Stansberry Research is a privately owned American publishing company founded by Frank Porter Stansberry. The company is headquartered in Baltimore, Maryland, with additional offices in Florida, Oregon, and California. The company specializes in investment research with an information services product line consisting primarily of monthly and bi-monthly advisory newsletters written by a variety of financial editors. Topics include natural resource, power, oil and mining company investments, as well as health care and biotechnology. Value, corporate bond and alternative investing are also featured. The company claims its newsletter has subscribers in over one hundred countries.

History
Stansberry Research (previously Stansberry & Associates Investment Research) was founded in 1999 as an independent investment research firm. In addition to his editorial duties, company founder, Frank Porter Stansberry, writes opinion pieces in a variety of financial publications discussing diverse and controversial issues ranging from the auto bailout to the European financial panic, among others. Other Stansberry public information efforts include production of a 2011 infomercial entitled "The End of America," as well as the founding of "The Project to Restore America," a 2012 endeavor aimed at restructuring American governance. He has also been recorded using racist and homophobic slurs on his premium radio program. 

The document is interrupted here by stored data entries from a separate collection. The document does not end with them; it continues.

import { useQuery } from '@tanstack/react-query'
import { useMemo, useState, type ReactNode } from 'react'
import { ScrollView, StyleSheet, View } from 'react-native'
import { ProblemNotice } from '@/components/runs/ProblemNotice'
import { runBuildingsQuery, runQuery } from '@/components/runs/runQueries'
import { RunBasisPanel } from '@/components/runs/RunBasisPanel'
import { RunTitleBlock } from '@/components/runs/RunTitleBlock'
import { AppText } from '@/components/ui/AppText'
import { EmptyState } from '@/components/ui/EmptyState'
import { useMessages } from '@/components/ui/MessagesProvider'
import { Panel } from '@/components/ui/Panel'
import { Screen } from '@/components/ui/Screen'
import { SPACE } from '@/components/ui/theme/tokens'
import { formatCount, formatMass } from '@/shared/format'
import type { RunBuilding, RunResult, RunSummary } from '@/shared/schemas/run'
import { useApi } from '@/sync/react/SessionProvider'
import { BuildingReceipt } from './BuildingReceipt'
import { BuildingTable } from './BuildingTable'
import { DistrictControls, type DistrictView } from './DistrictControls'
import { DistrictMap } from './DistrictMap'
import { districtOutlinesQuery } from './districtQueries'
import { outlineName } from './outlineName'
import { useMapRoom } from './useMapRoom'

interface RunDistrictProps {
  readonly run: RunSummary
  readonly picker: ReactNode
}

/** A district by the figures of a run: the map or the table, and the receipt of the building that was pressed. */
export function RunDistrict({ run, picker }: RunDistrictProps) {
  const { t } = useMessages()
  const api = useApi()
  const { fills, heightPx } = useMapRoom()
  const outlines = useQuery(districtOutlinesQuery(api, run.districtId))
  const buildings = useQuery(runBuildingsQuery(api, run.runId))
  const read = useQuery(runQuery(api, run.runId))
  const [view, setView] = useState<DistrictView>({ measure: 'perFootprint', material: 'all', shape: 'map' })
  const [selectedOutlineId, setSelected] = useState<string | null>(null)
  const shapes = useMemo(
    () =>
      (outlines.data ?? []).map(({ geometry, properties }) => ({
        id: properties.outlineId,
        geometry,
        name: outlineName(properties),
      })),
    [outlines.data],
  )
  const found = buildings.data ?? []
  const selected = found.find(({ outlineId }) => outlineId !== null && outlineId === selectedOutlineId)
  const error = outlines.error ?? buildings.error ?? read.error
  const retry = (): void => {
    for (const query of [outlines, buildings, read]) if (query.error) void query.refetch()
  }
  const result = read.data?.result ?? null
  return (
    <Screen
      title={t('district.title')}
      subtitle={`${run.districtName} · ${run.roundName}`}
      width="full"
      fill={fills}
      aside={
        <>
          <Receipt
            runId={run.runId}
            building={selected}
            isPressed={selectedOutlineId !== null}
            onClose={() => setSelected(null)}
          />
          {result ? <Totals run={run} result={result} buildings={found} /> : null}
          {result ? <RunBasisPanel run={run} result={result} /> : null}
          <RunTitleBlock run={run} />
        </>
      }
    >
      <View style={fills ? styles.bar : styles.plainBar}>
        {picker}
        <DistrictControls view={view} onChange={setView} />
        {error ? <ProblemNotice error={error} onRetry={retry} /> : null}
        {outlines.isPending || buildings.isPending ? <AppText soft>{t('common.loading')}</AppText> : null}
      </View>
      {view.shape === 'map' ? (
        <DistrictMap
          districtName={run.districtName}
          outlines={shapes}
          buildings={found}
          measure={view.measure}
          material={view.material}
          selectedOutlineId={selectedOutlineId}
          onPress={setSelected}
          heightPx={heightPx}
        />
      ) : (
        <TableRoom fills={fills}>
          <BuildingTable
            buildings={found}
            material={view.material}
            selectedId={selected?.buildingId ?? null}
            onSelect={({ outlineId }) => setSelected(outlineId)}
            fileName={`run-${run.number}-buildings.csv`}
          />
        </TableRoom>
      )}
    </Screen>
  )
}

/** The table scrolls by itself beside the panels, and with the page above them. */
function TableRoom({ fills, children }: { readonly fills: boolean; readonly children: ReactNode }) {
  if (!fills) return children
  return (
    <ScrollView style={styles.list} contentContainerStyle={styles.listBody}>
      {children}
    </ScrollView>
  )
}

interface ReceiptProps {
  readonly runId: string
  readonly building: RunBuilding | undefined
  readonly isPressed: boolean
  readonly onClose: () => void
}

function Receipt({ runId, building, isPressed, onClose }: ReceiptProps) {
  const { t } = useMessages()
  if (building) return <BuildingReceipt runId={runId} building={building} onClose={onClose} />
  if (isPressed) return <EmptyState title={t('district.notInRun')} text={t('district.notInRunText')} />
  return <AppText soft>{t('district.select')}</AppText>
}

interface TotalsProps {
  readonly run: RunSummary
  readonly result: RunResult
  readonly buildings: readonly RunBuilding[]
}

function Totals({ run, result, buildings }: TotalsProps) {
  const { t, locale } = useMessages()
  const expectedKg = buildings.reduce((sum, { massKg, chanceTenYears }) => sum + massKg * chanceTenYears, 0)
  return (
    <Panel title={t('district.totals')} note={run.districtName}>
      <AppText kind="figure" size="figure">
        {t('district.totalStanding', { mass: formatMass(result.stock.total.meanKg, locale) })}
      </AppText>
      <AppText>{t('district.totalExpected', { mass: formatMass(expectedKg, locale) })}</AppText>
      <AppText soft>
        {t('district.totalBuildings', {
          computed: formatCount(result.basis.computedCount, locale),
          frame: formatCount(result.basis.frameCount, locale),
        })}
      </AppText>
    </Panel>
  )
}

const styles = StyleSheet.create({
  bar: { padding: SPACE.medium, gap: SPACE.medium },
  plainBar: { gap: SPACE.medium },
  list: { flex: 1 },
  listBody: { padding: SPACE.medium },
})
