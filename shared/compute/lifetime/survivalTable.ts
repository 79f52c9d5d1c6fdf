/** A survival function at yearly steps: entry j is age first + j. */
export interface SurvivalTable {
  readonly firstAgeYears: number
  readonly logSurvival: Float64Array
  readonly survival: Float64Array
  /** S(first + j) − S(first + j + 1), with the digits that the difference of two near numbers would lose. */
  readonly leaving: Float64Array
}

/**
 * A table from ln S at yearly steps, one step more than the table is long.
 *
 * @param logSurvival ln S, never rising [–]
 * @example
 * survivalTable(0, Float64Array.of(0, -0.5, -Infinity)).survival // => [1, 0.6065306597126334]
 */
export function survivalTable(firstAgeYears: number, logSurvival: Float64Array): SurvivalTable {
  const survival = logSurvival.map(Math.exp)
  const length = logSurvival.length - 1
  const leaving = Float64Array.from({ length }, (_, step) => {
    const [now, next] = [logSurvival[step]!, logSurvival[step + 1]!]
    return now === -Infinity ? 0 : -survival[step]! * Math.expm1(next - now)
  })
  return {
    firstAgeYears,
    logSurvival: logSurvival.subarray(0, length),
    survival: survival.subarray(0, length),
    leaving,
  }
}
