import erfcx from '@stdlib/math-base-special-erfcx'
import { logNormalTail } from './logNormalTail'

const ROOT_2_OVER_PI = Math.sqrt(2 / Math.PI)
const HALF_LOG_2_PI = 0.5 * Math.log(2 * Math.PI)

/**
 * Hazard of the standard normal distribution (inverse of Mills' ratio),
 *
 *     φ(z)/P(Z > z) = √(2/π)/erfcx(z/√2)
 *
 * @param z any number
 * @returns hazard [–], ≥ 0, near z for large z
 * @see Johnson, N. L., Kotz, S. & Balakrishnan, N. (1994). Continuous Univariate Distributions, vol. 1, ch. 13.
 * @example
 * normalHazard(0) // => 0.7978845608028654
 * normalHazard(1000) // => 1000.000999998
 */
export function normalHazard(z: number): number {
  if (z > -5) return ROOT_2_OVER_PI / erfcx(z * Math.SQRT1_2)
  return Math.exp((-z * z) / 2 - HALF_LOG_2_PI - logNormalTail(z))
}
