import { ComputeError } from '@/shared/compute/errors'
import { combinedCv } from './combinedCv'
import type { ArchetypeAttribute, ArchetypeKey, Intensity, IntensityFigure, IntensityPart } from './intensity.types'
import { pooledPart } from './pooledPart'
import { POOLING_CV } from './sharedCvDefaults'
import type { Material } from './vocabulary'

/** Attributes given up one after the other: the least telling first, the structure last. */
const STEPS: readonly (readonly ArchetypeAttribute[])[] = [
  [],
  ['period'],
  ['use'],
  ['use', 'period'],
  ['structure'],
  ['structure', 'period'],
  ['structure', 'use'],
  ['structure', 'use', 'period'],
]

/**
 * Looks up what a square metre of a kind of building contains of a material. Where the book has no figure for all
 * attributes, or an attribute is unknown, it falls back on figures that do not distinguish it — the book's own pooled
 * row, else the mean of the single rows weighted by their buildings — and widens the error. Never zero for want of a
 * figure.
 *
 * @param archetype use, structure, period; each may be unknown
 * @param material wanted material
 * @param figures rows of one edition, any order; one area basis a material
 * @returns `known` with one part a component (or one for the whole building), `trace`, or `missing` with its reason
 * @throws {ComputeError} `mixed-area-bases` when rows that would be added stand on different bases
 * @see widening by attribute: common practice, POOLING_CV.
 * @example
 * intensityFor({ use: 'office', structure: 'unknown', periodId: 'unknown' }, 'glass', []) // => { kind: 'missing', reason: 'no-row' }
 */
export function intensityFor(
  archetype: ArchetypeKey,
  material: Material,
  figures: readonly IntensityFigure[],
): Intensity {
  const ofMaterial = figures.filter((figure) => figure.material === material)
  const reported = ofMaterial.filter(isReported)
  for (const dropped of STEPS) {
    const rows = rowsWithout(dropped, archetype, reported)
    if (rows.length === 0) continue
    const weighed = rows.filter(({ isTrace }) => isTrace !== true)
    if (weighed.length === 0) return { kind: 'trace' }
    return known(
      weighed,
      dropped.filter((attribute) => isDistinguished(attribute, reported)),
    )
  }
  return { kind: 'missing', reason: ofMaterial.length > 0 ? 'not-reported' : 'no-row' }
}

function isReported({ meanKgPerM2, medianKgPerM2, isTrace }: IntensityFigure): boolean {
  return meanKgPerM2 !== null || medianKgPerM2 !== null || isTrace === true
}

function valueOf(attribute: ArchetypeAttribute, of: IntensityFigure | ArchetypeKey): string {
  if (attribute === 'period') return 'period' in of ? of.period : of.periodId
  return of[attribute]
}

/** Rows that agree in every attribute kept; of the dropped ones, pooled rows go before single ones. */
function rowsWithout(
  dropped: readonly ArchetypeAttribute[],
  archetype: ArchetypeKey,
  figures: readonly IntensityFigure[],
): readonly IntensityFigure[] {
  const kept = (['use', 'structure', 'period'] as const).filter((attribute) => !dropped.includes(attribute))
  const matching = figures.filter((figure) =>
    kept.every((attribute) => valueOf(attribute, figure) === valueOf(attribute, archetype)),
  )
  const pooled = matching.filter((figure) => dropped.every((attribute) => valueOf(attribute, figure) === 'all'))
  return pooled.length > 0 ? pooled : matching
}

/** Pooling over an attribute costs nothing where the book never makes a difference by it. */
function isDistinguished(attribute: ArchetypeAttribute, figures: readonly IntensityFigure[]): boolean {
  return figures.some((figure) => valueOf(attribute, figure) !== 'all')
}

function known(rows: readonly IntensityFigure[], pooledOver: readonly ArchetypeAttribute[]): Intensity {
  const bases = [...new Set(rows.map(({ areaBasis }) => areaBasis))]
  const [areaBasis] = bases
  if (areaBasis === undefined || bases.length > 1) throw new ComputeError('mixed-area-bases', { bases })
  const split = rows.filter(({ component }) => component !== 'whole')
  const isSplit = split.length > 0
  const used = isSplit ? split : rows
  const components = [...new Set(used.map(({ component }) => component))]
  const widening = pooledOver.map((attribute) => POOLING_CV[attribute])
  const parts = components.map((component): IntensityPart => {
    const part = pooledPart(used.filter((row) => row.component === component))
    return { ...part, sharedCv: combinedCv([part.sharedCv, ...widening]) }
  })
  const meanKgPerM2 = parts.reduce((total, part) => total + part.meanKgPerM2, 0)
  return {
    kind: 'known',
    parts,
    meanKgPerM2,
    sharedCv: correlatedCv(parts, meanKgPerM2),
    areaBasis,
    isSplit,
    pooledOver,
  }
}

/** Parts of one material mostly come from one source: their errors are taken to move together. */
function correlatedCv(parts: readonly IntensityPart[], meanKgPerM2: number): number {
  if (meanKgPerM2 === 0) return Math.max(...parts.map(({ sharedCv }) => sharedCv))
  return parts.reduce((total, part) => total + part.meanKgPerM2 * part.sharedCv, 0) / meanKgPerM2
}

In 2014, Snopes.com investigated the firm's claim that United States currency will "collapse", and found this claim to be false. Snopes.com alleged him to be anti-nationalist and working against USA government due to his analysis of dollar's future collapse. Stansberry advertising and social media messages often contain highly inflammatory and alarmist messages warning of impending financial disaster, with an extreme anti-government stance. Stansberry has also been described as "simply an umbrella website that draws internet traffic to a single site and then sells subscriptions for a variety of people who use them for publishing purposes."

Analysts
Porter Stansberry is the founder of Stansberry Research and the editor of Stansberry’s Investment Advisory. Steve Sjuggerud is the founder and editor of the Stansberry Research publication True Wealth, launched in 2001.  He is also a co-author of a book on investment strategies called Safe Strategies for Financial Freedom. David Eifrig is the editor of Retirement Millionaire and is a regular contributor to the Stansberry Research publication Daily Wealth.  Eifrig is the author of two books, The Doctor’s Protocol Field Manual, and High Income Retirement: How to Safely Earn 12% to 20% Income Streams to Your Savings.  Matt Badiali is the editor of S&A Resource Report, which focuses on natural resources, metals, energy, and investments. He joined Stansberry Research in 2005 and has a BS in Earth Sciences from Penn State University and a Masters in Geology from Florida Atlantic University. Dan Ferris has been the editor of Extreme Value, a newsletter that concentrates on safe stocks, good businesses, and steep discounts, since 2002. Stansberry Research published Ferris’ book World Dominating Dividend Growers: Income Streams that Never Go Down in July 2014.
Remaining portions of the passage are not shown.